*WHAT THE EXERCISE ASKS:* Go through the lines below. Copy those with "half".

START DATA EXCERPTS

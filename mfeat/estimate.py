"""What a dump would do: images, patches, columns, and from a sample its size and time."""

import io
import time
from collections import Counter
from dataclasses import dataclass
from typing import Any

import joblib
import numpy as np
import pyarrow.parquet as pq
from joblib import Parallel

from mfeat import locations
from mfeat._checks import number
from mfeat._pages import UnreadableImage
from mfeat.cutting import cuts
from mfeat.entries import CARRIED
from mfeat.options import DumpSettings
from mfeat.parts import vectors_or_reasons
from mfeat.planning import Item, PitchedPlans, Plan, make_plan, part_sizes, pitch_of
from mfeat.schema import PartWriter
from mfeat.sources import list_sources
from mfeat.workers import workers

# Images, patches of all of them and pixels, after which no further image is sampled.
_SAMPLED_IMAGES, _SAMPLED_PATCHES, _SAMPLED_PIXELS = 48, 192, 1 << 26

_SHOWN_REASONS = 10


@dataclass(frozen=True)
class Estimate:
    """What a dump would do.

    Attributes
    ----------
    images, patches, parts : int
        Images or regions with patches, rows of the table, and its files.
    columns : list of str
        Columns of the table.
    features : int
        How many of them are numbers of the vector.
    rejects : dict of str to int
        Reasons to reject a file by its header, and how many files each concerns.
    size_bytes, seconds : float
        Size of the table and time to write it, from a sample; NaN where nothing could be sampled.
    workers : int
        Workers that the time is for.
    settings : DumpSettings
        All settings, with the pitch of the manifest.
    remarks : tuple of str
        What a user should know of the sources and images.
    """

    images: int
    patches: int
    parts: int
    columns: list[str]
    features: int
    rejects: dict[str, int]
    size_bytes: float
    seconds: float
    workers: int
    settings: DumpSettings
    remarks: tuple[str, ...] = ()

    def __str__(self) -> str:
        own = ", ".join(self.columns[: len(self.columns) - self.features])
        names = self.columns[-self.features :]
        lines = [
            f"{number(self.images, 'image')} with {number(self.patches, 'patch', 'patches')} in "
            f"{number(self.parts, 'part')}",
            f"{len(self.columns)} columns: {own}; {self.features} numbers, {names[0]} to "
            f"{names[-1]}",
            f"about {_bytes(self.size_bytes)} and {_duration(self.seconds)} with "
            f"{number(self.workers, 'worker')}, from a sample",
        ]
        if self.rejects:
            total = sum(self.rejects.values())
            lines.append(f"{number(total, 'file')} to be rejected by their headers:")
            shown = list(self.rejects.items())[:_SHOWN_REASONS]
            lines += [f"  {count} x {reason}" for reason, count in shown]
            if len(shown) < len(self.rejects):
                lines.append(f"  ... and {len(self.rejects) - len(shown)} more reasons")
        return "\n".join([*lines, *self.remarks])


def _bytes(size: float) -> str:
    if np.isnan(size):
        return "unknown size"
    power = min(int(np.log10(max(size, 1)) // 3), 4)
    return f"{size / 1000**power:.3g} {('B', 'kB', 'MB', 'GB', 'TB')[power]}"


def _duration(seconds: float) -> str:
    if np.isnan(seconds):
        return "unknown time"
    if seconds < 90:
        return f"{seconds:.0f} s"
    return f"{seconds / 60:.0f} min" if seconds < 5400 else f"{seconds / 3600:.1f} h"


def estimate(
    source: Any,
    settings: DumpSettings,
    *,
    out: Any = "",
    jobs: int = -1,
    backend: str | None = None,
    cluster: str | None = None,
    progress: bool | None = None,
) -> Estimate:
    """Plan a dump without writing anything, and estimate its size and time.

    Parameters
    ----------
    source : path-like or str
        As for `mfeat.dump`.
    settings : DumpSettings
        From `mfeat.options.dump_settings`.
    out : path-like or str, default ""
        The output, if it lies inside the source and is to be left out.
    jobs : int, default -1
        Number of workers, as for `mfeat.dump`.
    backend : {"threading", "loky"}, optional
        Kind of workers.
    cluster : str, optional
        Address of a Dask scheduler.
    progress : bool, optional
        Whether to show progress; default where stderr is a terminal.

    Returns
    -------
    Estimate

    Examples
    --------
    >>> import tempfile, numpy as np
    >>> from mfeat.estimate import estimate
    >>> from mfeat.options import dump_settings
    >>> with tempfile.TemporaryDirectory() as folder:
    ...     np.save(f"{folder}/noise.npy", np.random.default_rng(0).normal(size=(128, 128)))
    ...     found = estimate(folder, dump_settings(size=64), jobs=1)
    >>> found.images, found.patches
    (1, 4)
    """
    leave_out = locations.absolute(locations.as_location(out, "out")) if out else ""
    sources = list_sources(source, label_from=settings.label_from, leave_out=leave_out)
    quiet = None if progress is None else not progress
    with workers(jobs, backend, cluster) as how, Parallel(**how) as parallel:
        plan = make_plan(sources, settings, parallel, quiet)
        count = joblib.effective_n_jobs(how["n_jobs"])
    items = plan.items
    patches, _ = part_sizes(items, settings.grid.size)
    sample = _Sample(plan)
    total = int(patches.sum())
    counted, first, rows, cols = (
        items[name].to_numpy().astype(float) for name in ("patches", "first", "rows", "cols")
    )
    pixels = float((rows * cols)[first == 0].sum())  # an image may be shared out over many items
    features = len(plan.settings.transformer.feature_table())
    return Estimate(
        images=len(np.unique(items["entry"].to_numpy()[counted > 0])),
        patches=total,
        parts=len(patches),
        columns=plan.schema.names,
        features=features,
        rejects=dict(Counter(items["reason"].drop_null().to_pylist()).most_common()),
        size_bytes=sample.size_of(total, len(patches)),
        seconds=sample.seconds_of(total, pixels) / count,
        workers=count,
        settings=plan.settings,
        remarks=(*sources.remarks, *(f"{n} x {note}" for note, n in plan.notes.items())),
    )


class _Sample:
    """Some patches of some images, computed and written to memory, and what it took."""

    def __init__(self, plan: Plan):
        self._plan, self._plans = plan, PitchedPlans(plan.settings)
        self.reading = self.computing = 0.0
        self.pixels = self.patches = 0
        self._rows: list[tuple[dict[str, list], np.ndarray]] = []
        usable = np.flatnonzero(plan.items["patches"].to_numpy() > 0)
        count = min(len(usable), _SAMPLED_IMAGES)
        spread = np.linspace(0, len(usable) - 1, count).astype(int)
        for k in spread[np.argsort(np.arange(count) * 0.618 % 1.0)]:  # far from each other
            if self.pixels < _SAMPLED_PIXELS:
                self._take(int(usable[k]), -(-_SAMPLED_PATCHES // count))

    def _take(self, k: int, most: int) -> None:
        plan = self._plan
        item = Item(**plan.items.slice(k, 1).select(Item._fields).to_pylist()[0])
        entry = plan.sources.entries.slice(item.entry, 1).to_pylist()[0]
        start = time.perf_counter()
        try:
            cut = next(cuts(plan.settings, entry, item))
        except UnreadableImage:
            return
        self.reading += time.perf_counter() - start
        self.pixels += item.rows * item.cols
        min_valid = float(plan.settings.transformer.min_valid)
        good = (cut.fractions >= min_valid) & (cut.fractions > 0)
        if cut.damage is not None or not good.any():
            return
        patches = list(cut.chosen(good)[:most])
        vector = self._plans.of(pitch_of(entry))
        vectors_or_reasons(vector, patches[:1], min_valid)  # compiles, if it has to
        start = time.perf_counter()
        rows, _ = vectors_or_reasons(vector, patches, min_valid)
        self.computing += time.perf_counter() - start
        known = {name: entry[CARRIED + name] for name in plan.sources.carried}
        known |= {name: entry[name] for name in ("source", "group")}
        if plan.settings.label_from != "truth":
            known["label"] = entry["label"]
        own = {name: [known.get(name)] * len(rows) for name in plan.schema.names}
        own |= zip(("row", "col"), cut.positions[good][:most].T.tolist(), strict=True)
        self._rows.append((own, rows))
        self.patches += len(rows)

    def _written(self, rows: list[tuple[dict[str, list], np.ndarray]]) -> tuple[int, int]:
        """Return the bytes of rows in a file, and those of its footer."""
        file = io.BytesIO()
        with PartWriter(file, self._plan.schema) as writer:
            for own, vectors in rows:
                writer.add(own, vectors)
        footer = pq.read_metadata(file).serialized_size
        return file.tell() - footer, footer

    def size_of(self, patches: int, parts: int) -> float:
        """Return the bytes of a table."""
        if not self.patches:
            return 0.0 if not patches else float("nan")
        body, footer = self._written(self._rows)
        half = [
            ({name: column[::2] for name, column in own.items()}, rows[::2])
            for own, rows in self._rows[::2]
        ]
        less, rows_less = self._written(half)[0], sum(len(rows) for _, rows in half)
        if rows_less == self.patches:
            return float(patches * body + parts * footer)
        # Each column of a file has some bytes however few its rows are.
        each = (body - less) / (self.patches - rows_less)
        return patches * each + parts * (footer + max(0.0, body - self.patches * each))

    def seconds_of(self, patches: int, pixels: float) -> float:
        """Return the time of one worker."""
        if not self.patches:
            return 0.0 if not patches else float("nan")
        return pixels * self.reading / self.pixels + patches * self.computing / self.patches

END DATA EXCERPTS
START DATA EXCERPTS

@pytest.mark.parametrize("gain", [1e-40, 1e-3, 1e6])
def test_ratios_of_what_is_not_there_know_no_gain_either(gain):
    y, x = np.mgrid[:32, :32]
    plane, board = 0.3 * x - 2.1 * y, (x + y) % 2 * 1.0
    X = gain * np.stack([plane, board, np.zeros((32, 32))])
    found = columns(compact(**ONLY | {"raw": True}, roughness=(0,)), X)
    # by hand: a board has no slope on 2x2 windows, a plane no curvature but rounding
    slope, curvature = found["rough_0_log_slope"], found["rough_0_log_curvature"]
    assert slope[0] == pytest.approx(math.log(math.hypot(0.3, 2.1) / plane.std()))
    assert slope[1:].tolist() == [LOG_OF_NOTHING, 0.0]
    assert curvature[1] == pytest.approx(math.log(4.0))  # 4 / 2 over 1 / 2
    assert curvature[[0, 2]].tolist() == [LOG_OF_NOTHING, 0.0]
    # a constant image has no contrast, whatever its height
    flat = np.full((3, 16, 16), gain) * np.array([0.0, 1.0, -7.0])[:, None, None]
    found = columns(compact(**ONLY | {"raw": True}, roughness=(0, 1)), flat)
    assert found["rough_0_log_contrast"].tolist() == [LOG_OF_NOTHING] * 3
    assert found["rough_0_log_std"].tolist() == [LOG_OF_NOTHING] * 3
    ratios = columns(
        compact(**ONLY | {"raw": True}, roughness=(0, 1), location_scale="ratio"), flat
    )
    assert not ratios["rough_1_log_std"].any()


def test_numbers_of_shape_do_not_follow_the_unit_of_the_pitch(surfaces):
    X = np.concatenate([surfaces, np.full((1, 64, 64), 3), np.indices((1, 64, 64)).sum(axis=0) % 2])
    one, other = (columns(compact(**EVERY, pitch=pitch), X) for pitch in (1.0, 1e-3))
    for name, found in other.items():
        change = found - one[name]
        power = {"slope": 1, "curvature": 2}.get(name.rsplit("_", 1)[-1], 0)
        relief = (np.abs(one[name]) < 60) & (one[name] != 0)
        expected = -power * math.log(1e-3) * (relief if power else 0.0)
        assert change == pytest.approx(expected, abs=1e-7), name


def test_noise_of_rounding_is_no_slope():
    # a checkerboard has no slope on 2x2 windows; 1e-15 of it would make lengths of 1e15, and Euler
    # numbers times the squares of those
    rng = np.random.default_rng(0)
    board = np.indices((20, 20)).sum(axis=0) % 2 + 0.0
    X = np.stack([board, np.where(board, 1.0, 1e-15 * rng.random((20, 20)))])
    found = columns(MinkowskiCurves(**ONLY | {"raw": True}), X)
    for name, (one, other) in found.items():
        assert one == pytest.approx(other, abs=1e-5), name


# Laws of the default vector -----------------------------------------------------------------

END DATA EXCERPTS
START DATA EXCERPTS

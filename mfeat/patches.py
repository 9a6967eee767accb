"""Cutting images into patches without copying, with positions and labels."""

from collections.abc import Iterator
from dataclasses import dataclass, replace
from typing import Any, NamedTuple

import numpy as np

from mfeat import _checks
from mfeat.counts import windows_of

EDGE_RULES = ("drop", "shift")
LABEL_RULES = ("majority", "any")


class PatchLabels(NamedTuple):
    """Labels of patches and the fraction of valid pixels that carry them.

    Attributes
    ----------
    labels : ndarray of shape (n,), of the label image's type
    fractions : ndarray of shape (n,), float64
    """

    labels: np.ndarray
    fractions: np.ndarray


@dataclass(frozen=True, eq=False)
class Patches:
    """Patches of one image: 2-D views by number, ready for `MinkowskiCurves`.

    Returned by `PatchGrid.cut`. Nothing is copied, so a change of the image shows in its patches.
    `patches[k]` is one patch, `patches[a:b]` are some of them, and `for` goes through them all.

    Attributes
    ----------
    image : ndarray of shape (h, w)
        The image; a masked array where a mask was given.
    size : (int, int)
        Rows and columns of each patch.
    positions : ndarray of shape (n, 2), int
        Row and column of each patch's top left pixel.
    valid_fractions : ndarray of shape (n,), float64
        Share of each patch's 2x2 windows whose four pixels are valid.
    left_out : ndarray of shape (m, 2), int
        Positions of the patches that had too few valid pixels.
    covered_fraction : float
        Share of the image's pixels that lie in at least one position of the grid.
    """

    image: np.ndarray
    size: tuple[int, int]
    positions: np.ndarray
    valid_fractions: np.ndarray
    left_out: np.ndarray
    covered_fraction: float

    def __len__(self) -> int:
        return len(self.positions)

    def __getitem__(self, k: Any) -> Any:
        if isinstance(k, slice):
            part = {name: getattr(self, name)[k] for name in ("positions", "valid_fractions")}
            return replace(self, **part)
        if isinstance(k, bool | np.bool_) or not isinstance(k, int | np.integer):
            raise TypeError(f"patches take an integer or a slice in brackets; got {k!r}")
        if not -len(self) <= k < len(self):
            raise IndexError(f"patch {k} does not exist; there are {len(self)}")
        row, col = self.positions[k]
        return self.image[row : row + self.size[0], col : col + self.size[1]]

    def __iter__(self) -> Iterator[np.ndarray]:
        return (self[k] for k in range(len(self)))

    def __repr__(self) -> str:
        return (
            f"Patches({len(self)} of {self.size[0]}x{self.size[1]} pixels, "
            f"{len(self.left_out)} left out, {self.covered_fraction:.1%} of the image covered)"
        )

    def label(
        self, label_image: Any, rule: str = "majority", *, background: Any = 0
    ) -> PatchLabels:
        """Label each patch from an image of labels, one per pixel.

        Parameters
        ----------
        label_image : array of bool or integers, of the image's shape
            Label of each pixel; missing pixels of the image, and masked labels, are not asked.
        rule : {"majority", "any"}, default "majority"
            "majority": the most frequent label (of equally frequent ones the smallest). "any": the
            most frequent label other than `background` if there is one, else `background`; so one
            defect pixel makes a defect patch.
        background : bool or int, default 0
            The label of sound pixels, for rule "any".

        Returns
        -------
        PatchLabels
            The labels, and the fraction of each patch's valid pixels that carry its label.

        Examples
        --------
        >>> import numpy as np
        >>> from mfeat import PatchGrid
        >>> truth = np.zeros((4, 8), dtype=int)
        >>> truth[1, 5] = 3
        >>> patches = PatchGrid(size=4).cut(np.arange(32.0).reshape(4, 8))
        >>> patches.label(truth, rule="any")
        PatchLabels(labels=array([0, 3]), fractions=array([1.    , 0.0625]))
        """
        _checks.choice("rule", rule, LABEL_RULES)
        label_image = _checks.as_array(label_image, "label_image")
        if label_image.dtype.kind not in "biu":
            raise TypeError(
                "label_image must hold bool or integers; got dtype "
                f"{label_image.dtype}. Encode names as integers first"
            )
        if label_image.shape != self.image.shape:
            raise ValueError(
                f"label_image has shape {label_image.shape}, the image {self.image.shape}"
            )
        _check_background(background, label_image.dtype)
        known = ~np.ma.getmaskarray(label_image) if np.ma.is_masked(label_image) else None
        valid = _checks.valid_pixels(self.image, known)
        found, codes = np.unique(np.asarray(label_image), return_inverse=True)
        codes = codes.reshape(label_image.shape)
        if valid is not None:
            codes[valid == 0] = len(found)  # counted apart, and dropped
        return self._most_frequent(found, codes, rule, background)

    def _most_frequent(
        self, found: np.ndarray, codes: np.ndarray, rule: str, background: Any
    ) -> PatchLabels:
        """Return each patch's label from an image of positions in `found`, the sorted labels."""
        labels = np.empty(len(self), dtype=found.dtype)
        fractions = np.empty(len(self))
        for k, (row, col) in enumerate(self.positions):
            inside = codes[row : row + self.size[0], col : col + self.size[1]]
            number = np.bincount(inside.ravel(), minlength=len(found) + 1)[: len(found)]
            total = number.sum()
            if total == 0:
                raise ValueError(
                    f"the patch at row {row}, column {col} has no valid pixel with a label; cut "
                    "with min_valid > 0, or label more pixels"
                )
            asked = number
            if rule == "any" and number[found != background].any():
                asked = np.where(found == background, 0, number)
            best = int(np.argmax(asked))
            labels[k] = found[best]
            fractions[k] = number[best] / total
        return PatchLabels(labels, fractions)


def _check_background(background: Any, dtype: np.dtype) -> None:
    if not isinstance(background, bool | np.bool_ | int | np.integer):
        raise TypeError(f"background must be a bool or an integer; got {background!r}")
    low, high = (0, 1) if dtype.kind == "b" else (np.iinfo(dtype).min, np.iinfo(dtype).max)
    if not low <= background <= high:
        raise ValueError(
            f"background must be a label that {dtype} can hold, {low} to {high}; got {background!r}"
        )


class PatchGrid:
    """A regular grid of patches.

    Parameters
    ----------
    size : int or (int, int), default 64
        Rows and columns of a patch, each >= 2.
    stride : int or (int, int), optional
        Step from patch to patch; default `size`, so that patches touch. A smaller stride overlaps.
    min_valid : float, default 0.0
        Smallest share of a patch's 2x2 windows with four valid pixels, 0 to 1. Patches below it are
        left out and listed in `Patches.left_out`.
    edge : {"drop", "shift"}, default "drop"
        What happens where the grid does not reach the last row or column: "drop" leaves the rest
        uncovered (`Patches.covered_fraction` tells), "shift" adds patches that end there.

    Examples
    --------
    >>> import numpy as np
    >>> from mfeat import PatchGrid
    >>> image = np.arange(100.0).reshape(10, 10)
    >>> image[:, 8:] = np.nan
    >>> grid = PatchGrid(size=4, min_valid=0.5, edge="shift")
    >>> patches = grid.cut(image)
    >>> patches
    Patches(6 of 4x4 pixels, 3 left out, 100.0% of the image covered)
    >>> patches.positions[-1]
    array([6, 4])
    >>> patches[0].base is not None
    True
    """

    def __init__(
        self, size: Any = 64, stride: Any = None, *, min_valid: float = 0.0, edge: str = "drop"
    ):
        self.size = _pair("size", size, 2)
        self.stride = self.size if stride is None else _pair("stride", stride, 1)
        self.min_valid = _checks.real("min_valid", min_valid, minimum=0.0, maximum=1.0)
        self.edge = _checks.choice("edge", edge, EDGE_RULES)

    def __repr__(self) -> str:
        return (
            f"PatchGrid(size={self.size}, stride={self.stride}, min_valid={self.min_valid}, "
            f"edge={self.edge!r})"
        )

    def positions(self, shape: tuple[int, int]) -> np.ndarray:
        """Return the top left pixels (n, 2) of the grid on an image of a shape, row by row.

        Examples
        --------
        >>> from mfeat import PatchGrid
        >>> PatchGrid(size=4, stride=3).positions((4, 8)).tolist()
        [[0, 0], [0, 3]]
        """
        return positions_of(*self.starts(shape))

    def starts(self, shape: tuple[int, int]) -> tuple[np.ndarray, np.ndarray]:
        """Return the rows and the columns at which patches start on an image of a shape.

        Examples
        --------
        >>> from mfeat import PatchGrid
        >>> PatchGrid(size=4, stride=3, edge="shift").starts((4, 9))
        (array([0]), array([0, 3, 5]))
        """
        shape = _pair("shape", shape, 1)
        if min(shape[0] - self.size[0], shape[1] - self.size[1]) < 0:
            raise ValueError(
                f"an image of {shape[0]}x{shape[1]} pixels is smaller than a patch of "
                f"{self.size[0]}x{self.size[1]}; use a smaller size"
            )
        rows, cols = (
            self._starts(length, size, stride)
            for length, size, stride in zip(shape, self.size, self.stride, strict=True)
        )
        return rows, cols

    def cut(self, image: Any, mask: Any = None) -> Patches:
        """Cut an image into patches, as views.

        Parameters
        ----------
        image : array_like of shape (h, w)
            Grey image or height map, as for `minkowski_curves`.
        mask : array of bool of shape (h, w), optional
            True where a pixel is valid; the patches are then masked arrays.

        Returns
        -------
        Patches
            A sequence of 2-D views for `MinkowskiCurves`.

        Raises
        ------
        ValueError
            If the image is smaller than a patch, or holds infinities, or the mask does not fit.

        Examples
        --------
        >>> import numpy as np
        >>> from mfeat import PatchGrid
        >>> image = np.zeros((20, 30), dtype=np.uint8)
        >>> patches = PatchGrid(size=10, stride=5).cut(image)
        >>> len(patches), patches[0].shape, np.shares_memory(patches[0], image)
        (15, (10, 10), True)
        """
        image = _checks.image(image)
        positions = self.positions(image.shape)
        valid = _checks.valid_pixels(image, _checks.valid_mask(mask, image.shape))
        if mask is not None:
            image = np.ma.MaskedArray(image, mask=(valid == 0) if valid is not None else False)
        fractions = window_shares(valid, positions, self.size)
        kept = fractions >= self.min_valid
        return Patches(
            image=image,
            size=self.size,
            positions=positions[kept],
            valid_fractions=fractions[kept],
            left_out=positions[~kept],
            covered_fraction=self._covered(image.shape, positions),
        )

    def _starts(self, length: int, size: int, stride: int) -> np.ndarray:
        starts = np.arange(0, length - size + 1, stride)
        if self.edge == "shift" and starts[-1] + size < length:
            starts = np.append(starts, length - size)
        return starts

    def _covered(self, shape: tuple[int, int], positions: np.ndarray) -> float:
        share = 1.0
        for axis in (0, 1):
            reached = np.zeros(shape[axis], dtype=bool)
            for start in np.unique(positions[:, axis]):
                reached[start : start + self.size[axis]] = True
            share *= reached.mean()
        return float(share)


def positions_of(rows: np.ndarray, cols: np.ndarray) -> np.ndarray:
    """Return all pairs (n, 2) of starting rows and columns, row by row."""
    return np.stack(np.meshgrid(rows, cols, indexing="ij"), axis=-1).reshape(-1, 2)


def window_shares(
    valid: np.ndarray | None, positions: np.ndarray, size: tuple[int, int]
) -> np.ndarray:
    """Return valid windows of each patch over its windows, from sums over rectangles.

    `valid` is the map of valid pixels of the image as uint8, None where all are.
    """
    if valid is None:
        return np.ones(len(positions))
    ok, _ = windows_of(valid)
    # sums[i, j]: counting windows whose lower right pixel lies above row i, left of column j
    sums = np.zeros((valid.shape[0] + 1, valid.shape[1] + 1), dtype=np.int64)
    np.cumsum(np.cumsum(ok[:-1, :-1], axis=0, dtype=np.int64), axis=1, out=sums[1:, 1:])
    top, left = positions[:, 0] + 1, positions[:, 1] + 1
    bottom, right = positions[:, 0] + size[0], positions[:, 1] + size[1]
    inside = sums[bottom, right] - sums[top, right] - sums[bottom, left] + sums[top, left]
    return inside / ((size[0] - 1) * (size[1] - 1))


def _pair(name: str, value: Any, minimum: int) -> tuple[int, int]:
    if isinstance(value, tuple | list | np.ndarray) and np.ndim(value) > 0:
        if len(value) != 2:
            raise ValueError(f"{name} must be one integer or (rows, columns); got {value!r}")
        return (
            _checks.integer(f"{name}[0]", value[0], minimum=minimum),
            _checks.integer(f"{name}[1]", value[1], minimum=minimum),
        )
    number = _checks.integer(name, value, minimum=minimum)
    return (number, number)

END DATA EXCERPTS

*RESULT:*
        half = [
        less, rows_less = self._written(half)[0], sum(len(rows) for _, rows in half)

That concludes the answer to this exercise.